Therapeutic potential of kakkatin derivatives against hepatocellular carcinoma

Figure 1 Intervention of 6-(hept-6-yn-1-yloxy)-3-(4-hydroxyphenyl)-7-methoxy-4H-chromen-4-one, a kakkatin derivative, induces the activation of the apoptotic pathway and inhibition of cell proliferation, migration, invasion, and metastasis in the hepatocellular carcinoma cell line SMMC-7221. A kakkatin derivative formed by the introduction of a competing group, hept-6-yn-1-yl ethane sulphonate, to the phenolic hydroxyl group of the kakkatin structure was explored for its antitumor activity in hepatocellular carcinoma (HCC) SMMC-7221 cells.
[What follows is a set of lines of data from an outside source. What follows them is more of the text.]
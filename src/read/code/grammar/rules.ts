/** What rules of lowering share: their shape, and ways to look at a concrete node. */
import type { Code } from '../syntax.ts';
import type { Raw } from './raw.ts';

/** What a rule gets: the source text and the way back into lowering. */
export interface Lowering {
  readonly text: string;
  readonly lower: (raw: Raw) => Code;
  readonly textOf: (raw: Raw) => string;
}
export type Rule = (raw: Raw, at: Lowering) => Code;

export const isComment = (type: string): boolean => type.endsWith('comment') || type === 'html_comment';

export const child = (raw: Raw, field: string): Raw | undefined => raw.children.find((c) => c.field === field);
export const childrenOf = (raw: Raw, field: string): readonly Raw[] => raw.children.filter((c) => c.field === field);
export const namedChildren = (raw: Raw): readonly Raw[] => raw.children.filter((c) => c.named && !isComment(c.type));
export const place = (raw: Raw): { readonly start: number; readonly end: number } => ({ start: raw.start, end: raw.end });

export const opaque = (raw: Raw, at: Lowering, what: string = raw.type.replaceAll('_', ' ')): Code => ({
  kind: 'opaque',
  what,
  parts: namedChildren(raw).map(at.lower),
  ...place(raw),
});
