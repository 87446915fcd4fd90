/** Polynomials in fixed-point arithmetic: coefficients on the grid of the format, rounding of each product, no overflow anywhere, all proved. */
import { Q, type Rational } from '../expression/index.ts';
import { type Budget, Declined } from '../outcome.ts';
import { interval } from '../rigorous/index.ts';
import type { PolynomialTerm } from '../write/index.ts';
import { roundCoefficients } from './coefficients.ts';
import { errorOf as errorInUnits } from './evaluationBound.ts';
import { fixedEvaluationError } from './evaluationError.ts';
import { fromFixed } from './fixed.ts';
import { type FixedFormat, isRepresentable, powerOfTwo } from './format.ts';
import { polynomialProgram, type Program } from './program.ts';
import { certifiedTerms, type ProofProblem, type ProvedError } from './proof.ts';
import { basisFor, bestOfDegree, type Found, leastDegree, leastWithin, nextDegree, type Search } from './search.ts';
import type { FitProblem } from './fit.ts';
import { prepareTarget } from './target.ts';

export interface FixedPointFit {
  readonly terms: readonly PolynomialTerm[];
  readonly degree: number;
  readonly program: Program;
  readonly error: ProvedError;
}

const WORKING_BITS = 320;
const PIECES = 64;

/** Measures: absolute, or ulp (units of 2^-n). Throws Declined as fitPolynomial does, also where a value can overflow. */
export function fitFixedPoint(problem: FitProblem, format: FixedFormat, budget: Budget): FixedPointFit {
  const { low, high, measure } = problem;
  if (measure === 'relative') throw new Declined('bad-request', 'Fixed-point numbers have an absolute unit; ask for the absolute measure or for ulp.');
  const limit = powerOfTwo(format.integerBits);
  if (Q.compare(Q.negate(limit), low) > 0 || Q.compare(high, limit) >= 0) throw new Declined('bad-request', `The interval does not fit into ${format.name}; take more bits before the point.`);
  const unit = powerOfTwo(-format.fractionBits);
  const tolerance = problem.tolerance && (measure === 'ulp' ? Q.multiply(problem.tolerance, unit) : problem.tolerance);
  const target = prepareTarget(problem.function, problem.variable, low, high, false, WORKING_BITS, budget);
  const search: Search = { target, relative: false, low, high, basis: basisFor(target, low, high, problem.basis) };
  const symmetric = search.basis !== 'all' && target.parity === search.basis && Q.equal(low, Q.negate(high));
  const inside = Q.compare(low, Q.ZERO) <= 0 && Q.compare(Q.ZERO, high) <= 0;
  // Only the certified supremum is taken from the float proof; its arithmetic plays no part in it.
  const proof: ProofProblem = { function: problem.function, variable: problem.variable, low, high, measure: 'absolute', arithmetic: ANY_ARITHMETIC, centre: Q.ZERO, through: inside, symmetric };
  const tryOne = (found: Found): FixedPointFit => {
    const rounded = roundCoefficients(found, format, false, budget);
    if (!rounded?.values.every((v) => isRepresentable(v, format))) throw new Declined('bad-request', `A coefficient does not fit into ${format.name}; take more bits before the point.`);
    const powers = found.problem.powers;
    const terms = rounded.values.map((value, k) => ({ power: (powers[k] ?? 0) + target.order, value }));
    const program = polynomialProgram(terms, problem.variable, Q.ZERO, { form: problem.form, fma: false, leadingApart: false });
    const polynomial = certifiedTerms(terms, proof, budget);
    const ideal = certifiedTerms(found.result.coefficients.map((c, k) => ({ power: (powers[k] ?? 0) + target.order, value: fromFixed(c, found.problem.grid.bits) })), proof, budget);
    const evaluation = errorInUnits(worst(program, problem, format, budget));
    const rounding = Q.subtract(polynomial.whole.upper, ideal.whole.upper);
    const scale = (q: Rational): Rational => (measure === 'ulp' ? Q.divide(q, unit) : q);
    return {
      terms,
      degree: found.degree,
      program,
      error: {
        approximation: scale(ideal.whole.upper),
        rounding: scale(rounding.num < 0n ? Q.ZERO : rounding),
        evaluation: scale(evaluation),
        total: scale(Q.add(polynomial.whole.upper, evaluation)),
        lower: scale(polynomial.whole.lower),
        subnormal: null,
      },
    };
  };
  if (problem.degree !== undefined) {
    const found = bestOfDegree(search, Math.max(problem.degree, leastDegree(search)), budget);
    if (!found) throw new Declined('undecided', 'No best polynomial of this degree was found on this interval; take a smaller interval or another degree.');
    return tryOne(found);
  }
  let found = tolerance ? leastWithin(search, tolerance, budget) : null;
  if (!found) throw new Declined('bad-request', 'No polynomial of degree up to 160 keeps this tolerance: the interval is too wide for it, or the function has a corner or a singular point there; take a smaller interval or a larger tolerance.');
  let best: FixedPointFit | null = null;
  for (let tries = 0; tries < 3 && found; tries += 1) {
    const next = tryOne(found);
    if (problem.tolerance && Q.compare(next.error.total, problem.tolerance) <= 0) return next;
    if (!best || Q.compare(next.error.total, best.error.total) < 0) best = next;
    found = bestOfDegree(search, nextDegree(search, found.degree), budget);
  }
  throw new Declined('bad-request', `Rounding in ${format.name} takes this tolerance away: the smallest proven error is ${Q.toDouble(best?.error.total ?? Q.ONE).toExponential(2)}; allow a larger tolerance or more bits behind the point.`);
}

const BINARY64 = { kind: 'float', name: 'binary64', precision: 53, emin: -1022, emax: 1023 } as const;
const ANY_ARITHMETIC = { operations: BINARY64, result: BINARY64 };

/** sup |computed - p| in the unit of errors. */
function worst(program: Program, { variable, low, high }: FitProblem, format: FixedFormat, budget: Budget): number {
  const [a, b] = [interval.fromRational(low).lo, interval.fromRational(high).hi];
  let most = 0;
  for (let k = 0; k < PIECES; k += 1) {
    budget.check();
    const piece = { lo: k === 0 ? a : a + ((b - a) * k) / PIECES, hi: k === PIECES - 1 ? b : a + ((b - a) * (k + 1)) / PIECES };
    most = Math.max(most, fixedEvaluationError(program, variable, piece, format).absolute);
  }
  return most;
}
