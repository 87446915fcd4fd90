/** Best polynomials of a target: basis, weight, least degree. Numerical search only; proofs come after it. */
import { Q, type Rational } from '../expression/index.ts';
import { type Budget, Declined } from '../outcome.ts';
import { exchange, type ExchangeProblem, type ExchangeResult } from './exchange.ts';
import { type Fixed, magnitude, toFixed } from './fixed.ts';
import { type Grid, inUnit, sampleGrid } from './grid.ts';
import type { FitTarget } from './target.ts';

export type Basis = 'even' | 'odd' | 'all';

export interface Search {
  readonly target: FitTarget;
  readonly relative: boolean;
  /** Interval of u = x - zero. */
  readonly low: Rational;
  readonly high: Rational;
  readonly basis: Basis;
}

export interface Found {
  readonly problem: ExchangeProblem;
  readonly result: ExchangeResult;
  /** Degree of (x - z)^s q. */
  readonly degree: number;
}

/** The basis asked for, or the one that the parity of the function and the symmetry of the interval give. */
export function basisFor(target: FitTarget, low: Rational, high: Rational, asked: Basis | undefined): Basis {
  if (asked) return asked;
  const symmetric = Q.equal(low, Q.negate(high));
  return target.parity && symmetric && Q.isZero(target.zero) ? target.parity : 'all';
}

/** Powers of q(u) up to a degree of the whole polynomial u^s q(u). */
export function powersOf({ target, basis }: Pick<Search, 'target' | 'basis'>, degree: number): number[] {
  const powers: number[] = [];
  for (let k = target.order; k <= degree; k += 1) if (basis === 'all' || (k % 2 === 1) === (basis === 'odd')) powers.push(k - target.order);
  return powers;
}

export const leastDegree = ({ target, basis }: Pick<Search, 'target' | 'basis'>): number => {
  let k = target.order;
  while (basis !== 'all' && (k % 2 === 1) !== (basis === 'odd')) k += 1;
  return k;
};
const stepOf = (search: Search): number => (search.basis === 'all' ? 1 : 2);

/** Samples for one coefficient, at least: the extrema of the error are found to a thousandth of their size. */
const SAMPLES_EACH = 28;
const FEWEST_SAMPLES = 384;

const grids = new WeakMap<Search, Grid>();

export function gridFor(search: Search, degree: number, budget: Budget): Grid {
  const count = Math.max(FEWEST_SAMPLES, SAMPLES_EACH * (Math.floor(degree / stepOf(search)) + 3));
  const known = grids.get(search);
  if (known && known.points.length >= count) return known;
  const grid = sampledGrid(search, Math.ceil(count * 1.25), budget);
  grids.set(search, grid);
  return grid;
}

function sampledGrid({ target, relative, low, high, basis }: Search, count: number, budget: Budget): Grid {
  const { bits } = target;
  const shift = BigInt(bits);
  const one = 1n << shift;
  // A function of known parity on a symmetric interval is fitted on its right half.
  const half = basis !== 'all' && Q.equal(low, Q.negate(high));
  const power = (u: Fixed): Fixed => {
    let value = one;
    for (let k = 0; k < target.order; k += 1) value = (value * u) >> shift;
    return value;
  };
  /** |u^s / f| with the kept terms in f, both without the lowest power of f. */
  const weightBeside = (u: Fixed, g: Fixed): Fixed => {
    const lowest = target.kept[0]?.power ?? 0;
    const to = (value: Fixed, n: number): Fixed => {
      let product = value;
      for (let k = 0; k < n; k += 1) product = (product * u) >> shift;
      return product;
    };
    const f = target.kept.reduce((sum, { power: k, value }) => sum + to(toFixed(value, bits), k - lowest), to(g, target.order - lowest));
    if (f === 0n) throw new Declined('bad-request', 'The function is zero where no relative error can be kept; ask for the absolute measure or another interval.');
    return magnitude((to(one, target.order - lowest) << shift) / f);
  };
  const weight = (u: Fixed, g: Fixed): Fixed => {
    if (!relative) return target.order === 0 ? one : magnitude(power(u));
    if (target.kept.length > 0) return weightBeside(u, g);
    if (g === 0n) throw new Declined('bad-request', 'The function is zero where no relative error can be kept; ask for the absolute measure or another interval.');
    return (one << shift) / magnitude(g);
  };
  return sampleGrid({ bits, low: half ? Q.ZERO : low, high, squared: half, target: target.quotient, weight }, count, budget);
}

/** Best approximation of this degree; null where the exchange does not settle. */
export function bestOfDegree(search: Search, degree: number, budget: Budget): Found | null {
  const powers = powersOf(search, degree);
  if (powers.length === 0) return null;
  const problem: ExchangeProblem = { grid: gridFor(search, degree, budget), powers };
  const result = exchange(problem, budget);
  return result && { problem, result, degree };
}

export const MOST_DEGREE = 160;

/** The least degree whose best error is within `goal`; null where none up to 160 is. Steps double until one is, then halve. */
export function leastWithin(search: Search, goal: Rational, budget: Budget): Found | null {
  const step = stepOf(search);
  const first = leastDegree(search);
  const tried = new Map<number, Found | null>();
  const within = (k: number): Found | null => {
    const known = tried.get(k);
    if (known !== undefined) return known;
    budget.check();
    const found = bestOfDegree(search, first + k * step, budget);
    const good = found && Q.compare(errorOf(found), goal) <= 0 ? found : null;
    tried.set(k, good);
    return good;
  };
  const most = Math.floor((MOST_DEGREE - first) / step);
  let [failed, good] = [-1, 3];
  while (!within(good)) {
    if (good >= most) return null;
    failed = good;
    good = Math.min(most, good * 2);
  }
  while (good - failed > 1) {
    const middle = (good + failed) >> 1;
    if (within(middle)) good = middle;
    else failed = middle;
  }
  return within(good);
}

/** The next larger polynomial of the same kind. */
export const nextDegree = (search: Search, degree: number): number => degree + stepOf(search);

export const errorOf = (found: Found): Rational => inUnit(found.result.largest, found.result.residual);
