/** A polynomial for a machine: searched, its coefficients rounded together, its whole error proved for the program that evaluates it. */
import { type Expression, Q, type Rational } from '../expression/index.ts';
import { type Budget, Declined } from '../outcome.ts';
import type { PolynomialTerm } from '../write/index.ts';
import { type RoundedCoefficients, roundCoefficients } from './coefficients.ts';
import { level } from './exchange.ts';
import { fromFixed } from './fixed.ts';
import { binaryExponent, type FloatFormat, isRepresentable, powerOfTwo, roundTo } from './format.ts';
import { shiftedResidual } from './grid.ts';
import { type Arithmetic, canStandApart, polynomialProgram, type Program, twoWordProgram } from './program.ts';
import { certifiedBeside, certifiedTerms, type CertifiedPolynomial, errorParts, type EvaluationProof, type FitMeasure, type InheritedError, type ProofProblem, type ProvedError, proveProgram } from './proof.ts';
import { type Basis, basisFor, bestOfDegree, errorOf, type Found, leastDegree, leastWithin, MOST_DEGREE, nextDegree, type Search } from './search.ts';
import { type FitTarget, prepareKept, prepareTarget } from './target.ts';
import { economizedOfDegree, taylorOfDegree, taylorWithin } from './truncated.ts';

export interface PolynomialProblem {
  readonly function: Expression;
  readonly variable: string;
  /** Rational ends: the caller rounds exact ends outward. */
  readonly low: Rational;
  readonly high: Rational;
  readonly measure: FitMeasure;
  /** Exactly one of the two; a tolerance is in the measure. */
  readonly tolerance?: Rational;
  readonly degree?: number;
  /** Format of the coefficients and of the result. */
  readonly format: FloatFormat;
  /** Format in which the target language computes, where it is a wider one. */
  readonly operations?: FloatFormat;
  readonly form: 'horner' | 'estrin';
  /** Every multiply-add is one operation with one rounding. */
  readonly fma: boolean;
  /** The code calls the language's multiply-add, which may still round twice. */
  readonly writtenFma: boolean;
  readonly basis?: Basis;
  /** Floats that the leading coefficient is the sum of; absent: two where the tolerance is not kept with one. */
  readonly words?: 1 | 2;
  /** Leading coefficients of the expansion at 0 that are kept as they are. */
  readonly exact?: number;
  readonly method: 'minimax' | 'taylor' | 'economized';
  /** What an error of the argument has changed the function by before the polynomial is evaluated. */
  readonly inherited?: InheritedError;
}

export interface PolynomialFit {
  readonly target: FitTarget;
  /** In u = x - centre, lowest power first, floats of the format. */
  readonly terms: readonly PolynomialTerm[];
  readonly unrounded: readonly PolynomialTerm[];
  readonly degree: number;
  readonly basis: Basis;
  readonly centre: Rational;
  /** What was proved. */
  readonly program: Program;
  /** The same operations with the language's multiply-add. */
  readonly writtenProgram: Program;
  readonly error: ProvedError;
  /** sup |p - f| in the absolute measure, else sup |p - f| / |f|: a proven upper bound, evaluation not included. */
  readonly certified: Rational;
}

const WORKING_BITS = 320;
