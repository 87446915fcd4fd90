/** Number formats of machines: binary floating point (IEEE 754 parameters) and fixed point, with exact rounding of rationals. */
import { Q, type Rational } from '../expression/index.ts';

export interface FloatFormat {
  readonly kind: 'float';
  readonly name: 'binary16' | 'bfloat16' | 'binary32' | 'binary64';
  /** Significand bits p, the hidden one included. */
  readonly precision: number;
  /** Exponent e of the smallest and largest normal number 2^e. */
  readonly emin: number;
  readonly emax: number;
}
export interface FixedFormat {
  readonly kind: 'fixed';
  readonly name: string;
  /** Bits before the point, the sign not counted, and behind it. */
  readonly integerBits: number;
  readonly fractionBits: number;
}
export type NumberFormat = FloatFormat | FixedFormat;

const FLOATS: Readonly<Record<FloatFormat['name'], FloatFormat>> = {
  binary16: { kind: 'float', name: 'binary16', precision: 11, emin: -14, emax: 15 },
  bfloat16: { kind: 'float', name: 'bfloat16', precision: 8, emin: -126, emax: 127 },
  binary32: { kind: 'float', name: 'binary32', precision: 24, emin: -126, emax: 127 },
  binary64: { kind: 'float', name: 'binary64', precision: 53, emin: -1022, emax: 1023 },
};

/** `binary32`, ..., `fixed:m.n` with m + n at most 62; null for anything else. */
export function formatByName(name: string): NumberFormat | null {
  if (name in FLOATS) return FLOATS[name as FloatFormat['name']];
  const [, m, n] = /^fixed:(\d{1,2})\.(\d{1,2})$/.exec(name) ?? [];
  if (m === undefined || n === undefined) return null;
  const [integerBits, fractionBits] = [Number(m), Number(n)];
  return integerBits + fractionBits >= 1 && integerBits + fractionBits <= 62 ? { kind: 'fixed', name, integerBits, fractionBits } : null;
}

const powerOfTwo = (e: number): Rational => (e >= 0 ? { num: 1n << BigInt(e), den: 1n } : { num: 1n, den: 1n << BigInt(-e) });

/** The e with 2^e <= |y| < 2^(e+1); y must not be zero. */
export function binaryExponent(y: Rational): number {
  const a = y.num < 0n ? -y.num : y.num;
  const estimate = a.toString(2).length - y.den.toString(2).length;
  const reaches = estimate >= 0 ? a >= y.den << BigInt(estimate) : a << BigInt(-estimate) >= y.den;
  return reaches ? estimate : estimate - 1;
}

/** Exponent of the unit in the last place at y: ulp = 2^(max(e, emin) - p + 1); at zero the smallest subnormal. */
export function ulpExponent(y: Rational, format: FloatFormat): number {
  const e = Q.isZero(y) ? format.emin : Math.max(binaryExponent(y), format.emin);
  return e - format.precision + 1;
}
export const ulp = (y: Rational, format: FloatFormat): Rational => powerOfTwo(ulpExponent(y, format));

/** Half the distance of 1 to the next number: the unit roundoff u = 2^-p. */
export const unitRoundoff = (format: FloatFormat): Rational => powerOfTwo(-format.precision);

/** The integer nearest to y; ties to even. */
export function nearestInteger(y: Rational): bigint {
  const doubled = Q.rational(2n * y.num + y.den, 2n * y.den);
  const up = Q.floor(doubled);
  return doubled.den === 1n && up % 2n !== 0n ? up - 1n : up;
}

/** Round to nearest, ties to even, subnormals kept; null where the result overflows. */
export function roundTo(y: Rational, format: NumberFormat): Rational | null {
  if (Q.isZero(y)) return Q.ZERO;
  const step = format.kind === 'float' ? ulpExponent(y, format) : -format.fractionBits;
  const units = nearestInteger(Q.multiply(y, powerOfTwo(-step)));
  const value = Q.multiply(Q.rational(units), powerOfTwo(step));
  const limit = format.kind === 'float' ? powerOfTwo(format.emax + 1) : powerOfTwo(format.integerBits);
  return Q.compare(Q.absolute(value), limit) < 0 ? value : null;
}

export const isRepresentable = (y: Rational, format: NumberFormat): boolean => {
  const rounded = roundTo(y, format);
  return rounded !== null && Q.equal(rounded, y);
};

/** The number after y away from zero; y representable. */
export function nextAway(y: Rational, format: FloatFormat): Rational {
  const step = powerOfTwo(ulpExponent(y, format));
  return y.num < 0n ? Q.subtract(y, step) : Q.add(y, step);
}

export const largestFinite = (format: FloatFormat): Rational => Q.subtract(powerOfTwo(format.emax + 1), powerOfTwo(format.emax + 1 - format.precision));
export const smallestNormal = (format: FloatFormat): Rational => powerOfTwo(format.emin);
export { powerOfTwo };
Binding energy (kcal/mol) of 6-(hept-6-yn-1-yloxy)-3-(4-hydroxyphenyl)-7-methoxy-4H-chromen-4-one with phosphodiesterase 3B (PDE3B), adrenoceptor beta 1 (ADRB1), protein kinase cyclic adenosine 3,5-monophosphate-activated catalytic subunit beta (PRKACB), and nuclear factor kappa B subunit 1 (NF-κB1) was checked by molecular docking. Real-time reverse transcriptase-PCR was performed to validate upregulation of NF-κB1 and PDE3B expression, which in turn inhibit cancer cell invasion, migration, and HCC progression.